Pathway Tools now runs on Apple computers.
The BioCyc.org and MetaCyc.org Web sites provide several informational resources, including an online BioCyc guided tour (25), a MetaCyc user guide (26) and many Webinar videos that combine narration with online demonstration of different topics (27). We routinely host workshops and tutorials (on site and at conferences) that provide training and in-depth discussion of our software for beginning and advanced users. To stay informed about recent changes and enhancements to our software, join the BioCyc mailing list at http://biocyc.org/subscribe.shtml. A list of our publications is available online (28).
The MetaCyc and BioCyc databases are freely and openly available to all. See http://biocyc.org/download.shtml for download information. New versions of the downloadable data files and of the BioCyc and MetaCyc Web sites are released four times per year.

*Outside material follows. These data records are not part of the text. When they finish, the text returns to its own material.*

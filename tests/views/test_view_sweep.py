"""The figure of a sweep, from sweeps put together by hand."""

import numpy as np
import pytest

from specterm.analysis.sweep import Axis, Gap, Quantity, Sweep, SweepRequest
from specterm.views.cells import plain, row_width
from specterm.views.sweep_figure import branch_of, ends_table, gap_table, map_rows, sweep_rows


def made(values, levels, branches=None, second=None, gaps=()):
    """Return a sweep over F with these levels (points, levels)."""
    levels = np.array(levels, dtype=float)
    axes = (Axis("F", tuple(values)), *([Axis("G", tuple(second))] if second else []))
    request = SweepRequest("", axes, quantity=Quantity())
    places = np.array([request.place(k) for k in range(request.size)])
    if branches is None:
        branches = np.tile(np.arange(levels.shape[1]), (len(levels), 1))
    errors = np.full(levels.shape, 1e-6)
    return Sweep(
        request, ("kV/cm",) * len(axes), "meV", "meV", places, tuple(range(levels.shape[1])), levels, errors,
        tuple(("bound",) * levels.shape[1] for _ in levels), levels, errors, np.array(branches),
        np.ones(len(levels), dtype=bool), True, gaps,
    )  # fmt: skip


def styles(rows):
    """Return the styles of what is not blank."""
    return {style for row in rows for text, style in row if text.strip()}


CROSSING = made([0, 1, 2, 3], [[0, 3], [1, 2], [1, 2], [0, 3]], [[0, 1], [0, 1], [1, 0], [1, 0]])


@pytest.mark.parametrize("size", [(40, 12), (12, 5), (100, 30)])
@pytest.mark.parametrize("cursor", [None, 0, 3])
def test_size(size, cursor):
    """The figure fills exactly the rows and columns asked for, with and without a cursor."""
    rows = sweep_rows(CROSSING, *size, 0, cursor)
    assert [row_width(row) for row in rows] == [size[0]] * size[1]


def test_the_chosen_state_is_followed_through_the_crossing():
    """The strong curve goes from the lower left to the upper right, as its branch does."""
    assert CROSSING.along(0, CROSSING.levels).tolist() == [0, 1, 2, 3]
    rows = sweep_rows(CROSSING, 40, 12, 0, glyphs="ascii")
    assert styles(rows) >= {"chosen", "other", "axis"}
    heights = {}
    for line, row in enumerate(rows):
        column = 0
        for text, style in row:
            heights.update({column + k: line for k, c in enumerate(text) if style == "chosen" and c != " "})
            column += len(text)
    lines = [heights[column] for column in sorted(heights)]
    assert lines == sorted(lines, reverse=True)


def test_cursor_draws_a_line_and_marks_the_state():
    """The cursor is a line at its point, with a mark on the chosen state."""
    rows = sweep_rows(CROSSING, 40, 12, 0, 2, "ascii")
    assert "wall" in styles(rows)
    assert any("o" in text for row in rows for text, style in row if style == "chosen")


def test_points_not_done_are_gaps_and_one_point_is_a_figure():
    """Sweeps with missing points, with one point, and with none at all, are drawn without complaint."""
    hole = made([0, 1, 2], [[0, 1], [np.nan, np.nan], [0, 1]], [[0, 1], [-1, -1], [0, 1]])
    for found in (hole, made([1], [[1.0, 2.0]]), made([0, 1], np.full((2, 1), np.nan), [[-1], [-1]])):
        assert len(sweep_rows(found, 40, 10, 0)) == 10
    lone = plain(sweep_rows(made([5], [[1.0]]), 60, 10, 0))
    assert "10^" not in lone
    assert "F (kV/cm)" in lone
    assert ends_table(made([5], [[1.0]])).splitlines()[0].count("=") == 1


def test_levels_that_are_not_there():
    """A level that was not computed is no branch."""
    assert branch_of(CROSSING, 7) is None
    assert branch_of(CROSSING, None) is None
    assert "chosen" not in styles(sweep_rows(CROSSING, 40, 12, 7))


def test_logarithmic_axis():
    """Values spaced by equal factors are drawn by their logarithms, and the axis says so."""
    assert "log10 F" in plain(sweep_rows(made([1, 10, 100], [[1.0], [2.0], [3.0]]), 50, 12))
    assert "log10" not in plain(sweep_rows(made([1, 2, 3], [[1.0], [2.0], [3.0]]), 50, 12))


def test_map():
    """A map has a row for each value of the first parameter, darker where the level is higher."""
    found = made([0, 1], [[0.0], [1.0], [2.0], [3.0], [4.0], [5.0]], second=[5, 6, 7])
    lines = plain(map_rows(found, 40, 0, "ascii")).splitlines()
    assert lines[1] == "rows: F (kV/cm) = 0 ... 1"
    assert lines[5].rstrip() == "0   ::=="
    assert lines[6].endswith("@@")


def test_tables():
    """Gaps show the digits that are sure; ends show both ends."""
    lost = Gap((2, 3), 3, 0.0, 1e-9, 4e-14, None)
    gaps = (Gap((0, 1), 1.5, 0.25, 1e-4, 1e-3, False), Gap((1, 2), 2.5, 1e-9, 1e-4, 1e-8, True), lost)
    table = gap_table(made([0, 1], [[1.0, 2.0]] * 2, gaps=gaps))
    assert "0-1" in table
    assert "avoided" in table
    assert "crossing" in table
    assert "not resolved" in table
    assert gap_table(CROSSING) == ""
    assert ends_table(CROSSING).splitlines()[0].split("  ")[0] == "level"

National Institutes of Health, National Institute of General Medical Sciences (GM080746, GM077678, and GM75742); National Science Foundation, Division of Biological Infrastructure (grant number 0640769 to P.Z., A.K., K.D.). Funding for open access charge: National Institutes of Health, National Institute of General Medical Sciences.

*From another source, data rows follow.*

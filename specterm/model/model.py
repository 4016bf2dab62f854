"""A sheet made ready: everything the engine needs."""

from __future__ import annotations

from dataclasses import dataclass, field

from specterm.errors import SheetError
from specterm.language import parse_expression
from specterm.language.nodes import Sheet
from specterm.model.domain import Domain
from specterm.model.function import Function
from specterm.model.operator import Operator
from specterm.model.resolve import forbid_levels
from specterm.model.scope import Scope
from specterm.model.state import State
from specterm.model.values import as_operator
from specterm.units import UnitSystem


@dataclass(frozen=True)
class Model:
    """A resolved sheet. Numbers are in the coherent system `units` (dimensionless without one).

    `coordinate_unit` is the name of the unit of length, "" where the coordinate is known to be a plain number (an angle).
    `parameters`: the real constants of the sheet in the order written; `plain`: those written as plain numbers, perhaps with
    unit and sign; `functions`: what depends on the coordinate, and complex constants; `operators`: what contains a
    derivative, and `main`, the name of the operator to diagonalise; `warnings`: what is odd but no error.
    """

    sheet: Sheet
    units: UnitSystem
    domain: Domain
    coordinate_unit: str
    hbar: float
    parameters: dict[str, float]
    plain: tuple[str, ...]
    functions: dict[str, Function]
    operators: dict[str, Operator]
    states: dict[str, State]
    main: str
    warnings: tuple[str, ...]
    scope: Scope = field(repr=False, compare=False)

    @property
    def operator(self) -> Operator:
        """The operator to diagonalise."""
        return self.operators[self.main]

    def observable(self, text: str) -> Operator:
        """Return a name of the sheet or an expression over its names as an operator (functions multiply).

        Raises SheetError, without a place in the sheet, where the text cannot be understood.
        """
        try:
            node = parse_expression(text)
            forbid_levels(node)
            return as_operator(self.scope.value(node), self.scope.setting, node.span)
        except SheetError as error:
            shown = " ".join(text.split())[:60]
            raise SheetError(f"in the observable `{shown}`: {error.message}", mend=error.mend) from None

Conflict of interest statement. The contents of this article are solely the responsibility of the authors and do not necessarily represent the official views of the preceding agencies.
We thank Dr Carol Bult and Dr Alexei Evsikov from the Jackson Laboratory for their contribution of pathways from the MouseCyc database. We thank Dr Lindsay Eltis and Dr Hao-Ping Chen from the University of British Columbia for their contribution of pathways from the Rhodococcus jostii RHA1 database. We also thank Dr Malabika Sarker from SRI International for her contribution of the Mycobacterium tuberculosis mycolate biosynthesis pathway. The contents of this article are solely the responsibility of the authors and do not necessarily represent the official views of the preceding agencies.